» **THE RECORDS**:
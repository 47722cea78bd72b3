"""Cautions about switching: a switch that opens a loop with a coil in it.

A coil keeps its current for an instant after the switch opens, so the current is forced through
the switch's off resistance and the voltage across it leaps to about I·R_off (the inductive kick,
common practice in circuit design: a freewheeling diode or another clamp gives the current a path).
The transient follows that steep decay; this module only tells the user it happened and how high
the voltage rose.
"""
from __future__ import annotations

import numpy as np

from netgen.elements import Switch
from netgen.model.design import Design

KICK = 10.0  # a peak across the open switch this many times the largest voltage before it opened


def openings(d: Design, t_end: float, events: list[dict]) -> list[tuple[Switch, float, float]]:
    """(switch, time it opened, time it closed again or the end) for every opening in the run:
    the ends of a timed switch's closed intervals and the `opens` events of the others."""
    out = []
    by_name = {e.name: e for e in d.of_kind(Switch)}
    for s in by_name.values():
        for t1, t2 in s.intervals:
            if 0 < t2 < t_end:
                later = [a for a, _ in s.intervals if a > t2]
                out.append((s, t2, min(later) if later else t_end))
    for k, ev in enumerate(events):
        if ev["what"] != "opens":
            continue
        closes = [e["time"] for e in events[k + 1:] if e["element"] == ev["element"] and e["what"] == "closes"]
        out.append((by_name[ev["element"]], ev["time"], min(closes) if closes else t_end))
    return out


def opening_cautions(d: Design, sys, X: np.ndarray, t: np.ndarray, left_rows: np.ndarray,
                     events: list[dict]) -> list[str]:
    """A caution for each opening whose voltage across the switch peaks above `KICK` times the
    largest node voltage just before it opened."""
    if len(t) < 2:
        return []
    volts = np.flatnonzero(np.array(sys.kinds) == "V")
    left = np.asarray(left_rows, dtype=bool) if left_rows is not None else np.zeros(len(t), bool)
    notes = []
    for s, t_open, t_close in openings(d, float(t[-1]), events):
        before = np.flatnonzero((t < t_open) | ((t == t_open) & left))
        after = np.flatnonzero(((t > t_open) | ((t == t_open) & ~left)) & (t < t_close))
        if not len(before) or not len(after):
            continue
        i0 = before[-1]
        ref = float(np.max(np.abs(X[i0, volts]))) if len(volts) else 0.0
        ia, ib = sys.node_index[s.a], sys.node_index[s.b]
        va = X[after, ia] if ia < sys.n else 0.0
        vb = X[after, ib] if ib < sys.n else 0.0
        across = np.abs(va - vb)
        k = int(np.argmax(across))
        peak = float(across[k])
        if peak > KICK * max(ref, 1e-3):
            notes.append(f"switch `{s.name}` opens at t = {t_open:.6g} s and the voltage across it peaks at "
                         f"{peak:.4g} V (at t = {float(t[after[k]]):.6g} s): a coil's current is forced through "
                         f"its off resistance; a clamp gives it a path, e.g. a diode across the coil "
                         f"(`diode NAME B A` with A, B the coil's ends)")
    return notes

» **BRIEF**:
Up to and including the line that contains "A coil keeps", restate word for word every line of the entries, starting from the first.

» **EXERCISE OUTPUT**:
repository 47722cea78bd72b3
"""Cautions about switching: a switch that opens a loop with a coil in it.

A coil keeps its current for an instant after the switch opens, so the current is forced through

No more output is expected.